Although rivers or groundwater of a specific location are diverted to grow wheat to produce bread, for example, or cool data centers that produce digital technology, water is increasingly used to produce goods and services that are moved far from its watershed. Recognizing this, the Declaration for Fair Water Footprints presented research at the conference showing how high-income countries like the UK, Netherlands, Japan and the U.S. rely heavily on imports – largely food – produced by lower-income countries under water stress.
Through this “virtual water trade,” production in often economically deprived areas can engender unsustainable water use that depletes resources and damages ecosystems. The local nature of water is commoditized through import and export of goods like food products. In this way, consumers are implicated in both aiding a distant country’s economy and adding to their water stress.
- Virtual Water
- Virtual water is the water “hidden” in the products, services and processes people buy and use every day.
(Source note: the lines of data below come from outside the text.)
using BladeLog.Handbook.BeamStrength;
using BladeLog.Handbook.Quantities;
using static BladeLog.Handbook.Tests.BeamStrength.ReferenceBands;

namespace BladeLog.Handbook.Tests.BeamStrength;

public class ExtremeBandTests
{
    [Theory]
    [InlineData(3, 0.635, 0.7, 70, 600, 1, 300)]
    [InlineData(3, 0.635, 0.7, 70, 600, 600, 300)]
    [InlineData(1, 0.3, 0.1, 1500, 50000, 5, 3)]
    [InlineData(300, 1.5, 20, 150, 60, 60, 30)]
    [InlineData(25, 0.9, 5, 1e-9, 200, 150, 100)]
    public void No_band_overflows(double w, double t, double g, double sigma, double S, double h, double xc)
    {
        GuidedBand band = Guided(w, t, g, sigma, S, h, xc);
        ThrustLimits limits = ThrustLimit.Of(band, PlateUse.Always);
        double[] figures =
        [
            limits.FrontEdge.Newtons, limits.BeamBuckling.Newtons, limits.PlateBuckling!.Value.Newtons, limits.Allowed.Newtons,
            TipStiffness.AtPoint(band, new Force(0)).NewtonsPerMetre, TipStiffness.OverCut(band, new Force(0)).NewtonsPerMetre,
            BandFrequency.Lateral(band).Hertz, BandFrequency.Torsional(band).Hertz,
        ];
        Assert.All(figures, figure => Assert.True(double.IsFinite(figure) && figure > 0));
    }

    [Fact]
    public void On_a_very_long_band_a_point_load_is_carried_by_the_pull_nearby()
    {
        // tanh(βS/2)/(2β) → 1/(2β), β = √(12σ/E)/b; βS = 1.6e4 here, far beyond what cosh can hold.
        double beta = Math.Sqrt(12 * 1500.0 / 206000) / 0.9;
        Near(1 / (2 * beta), FrontEdge.GreatestMoment(Guided(1, 0.3, 0.1, 1500, 50000, 1e-4, 25000)).Millimetres, 1e-4);
    }

    public static TheoryData<Func<GuidedBand, GuidedBand>, string> Impossible => new()
    {
        { b => b with { CutHeight = new Length(0.201) }, "The cut is higher than the span between the guides." },
        { b => b with { CutCentre = new Length(0.07) }, "The cut must lie between the guides." },
        { b => b with { CutCentre = new Length(0.13) }, "The cut must lie between the guides." },
        { b => b with { CutHeight = new Length(0) }, "The height of the cut must be greater than zero." },
        { b => b with { Width = new Length(double.NaN) }, "The width of the band must be greater than zero." },
        { b => b with { Thickness = new Length(-1) }, "The thickness of the band must be greater than zero." },
        { b => b with { GulletDepth = new Length(0.025) }, "The gullet must be less deep than the band is wide." },
        { b => b with { GulletDepth = new Length(0.0245) }, "The band must be no thicker than its body is wide." },
        { b => b with { Tension = new Stress(0) }, "The tension of the band must be greater than zero." },
        { b => b with { GuideSpan = new Length(double.PositiveInfinity) }, "The span between the guides must be greater than zero." },
        { b => b with { BackSupportBelow = new Length(-0.01) }, "The distance from the lower guide to the back support must not be negative." },
        { b => b with { BandSpeed = new Speed(120), System = TensionSystem.Locked }, "At this speed the band throws off all of its tension." },
    };

    [Theory]
    [MemberData(nameof(Impossible))]
    public void Impossible_bands_are_refused_with_a_sentence(Func<GuidedBand, GuidedBand> spoil, string sentence)
    {
        GuidedBand band = spoil(Guided(25, 0.9, 5, 100, 200, 150, 100));
        var refused = Assert.Throws<ArgumentOutOfRangeException>(() => ThrustLimit.Of(band, PlateUse.Never));
        Assert.StartsWith(sentence, refused.Message, StringComparison.Ordinal);
        Assert.Throws<ArgumentOutOfRangeException>(() => FrontEdge.SlackThrust(band));
        Assert.Throws<ArgumentOutOfRangeException>(() => BandFrequency.Lateral(band));
    }

    [Fact]
    public void Impossible_questions_are_refused_too()
    {
        GuidedBand band = Guided(25, 0.9, 5, 100, 200, 150, 100);
        Assert.Throws<ArgumentOutOfRangeException>(() => LateralBuckling.CriticalThrust(band, 0));
        Assert.Throws<ArgumentOutOfRangeException>(() => PlateBuckling.CriticalThrust(band, 8, 0));
        Assert.Throws<ArgumentOutOfRangeException>(() => PlateBuckling.CriticalThrust(band, 25));
        Assert.Throws<ArgumentOutOfRangeException>(() => TipStiffness.AtPoint(band, new Force(-1)));
        Assert.Throws<ArgumentOutOfRangeException>(() => BandFrequency.Lateral(band, 0));
        Assert.Throws<ArgumentOutOfRangeException>(() => BandFrequency.Lateral(band with { BandSpeed = new Speed(120) }));
        Assert.Throws<ArgumentOutOfRangeException>(() => FrontEdge.SlackThrust(band, Stress.FromMegapascals(-100)));
        Assert.Throws<ArgumentOutOfRangeException>(() => ThrustLimit.Of(band, PlateUse.Never, frontEdgeFactor: 0.9));
        Assert.Throws<ArgumentOutOfRangeException>(() => ThrustLimit.Of(band, PlateUse.Never, bucklingFactor: double.NaN));
    }
}
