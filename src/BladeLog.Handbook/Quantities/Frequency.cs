namespace BladeLog.Handbook.Quantities;

/// <summary>A frequency, in hertz. One unit inside; the factories name the unit going in, the properties the one coming out.</summary>
public readonly record struct Frequency(double Hertz);
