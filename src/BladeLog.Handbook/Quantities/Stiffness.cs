namespace BladeLog.Handbook.Quantities;

/// <summary>A stiffness, in newtons per metre. One unit inside; the factories name the unit going in, the properties the one coming out.</summary>
public readonly record struct Stiffness(double NewtonsPerMetre)
{
    /// <summary>In newtons per millimetre.</summary>
    public double NewtonsPerMillimetre => NewtonsPerMetre * 1e-3;
}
The Fair Water Footprint initiative was an example of a nascent attempt in the conference to break through siloed ways of thinking, recognizing that water as a resource cannot be evaluated separately from agriculture, energy, industry and so forth. In reality, they are all interconnected systems that can’t be untangled and must be addressed holistically. That sounds good, but can be difficult to achieve.
Practically speaking, water might be the linchpin to the systemic approach we need to deal with the multiple crises we face with climate, food, energy, economies, and yes, water. Because water is the basis of life on Earth, water resilience offers a ripple of hope to unite different issues and interests.
Set aside the high-level meetings, the session presentations, the chatter in the hallways and dinner tables, the real value of the UN water conference was an invocation to work, work that starts with us and how we frame our thinking. So, when you think of your next meal, think of water. When you think of flipping on the light switch, think of water. When you think of everyday life, think of water. Because when we live our lives, we live our lives through water. Whether we see it or feel it, water is what we depend on for just about everything.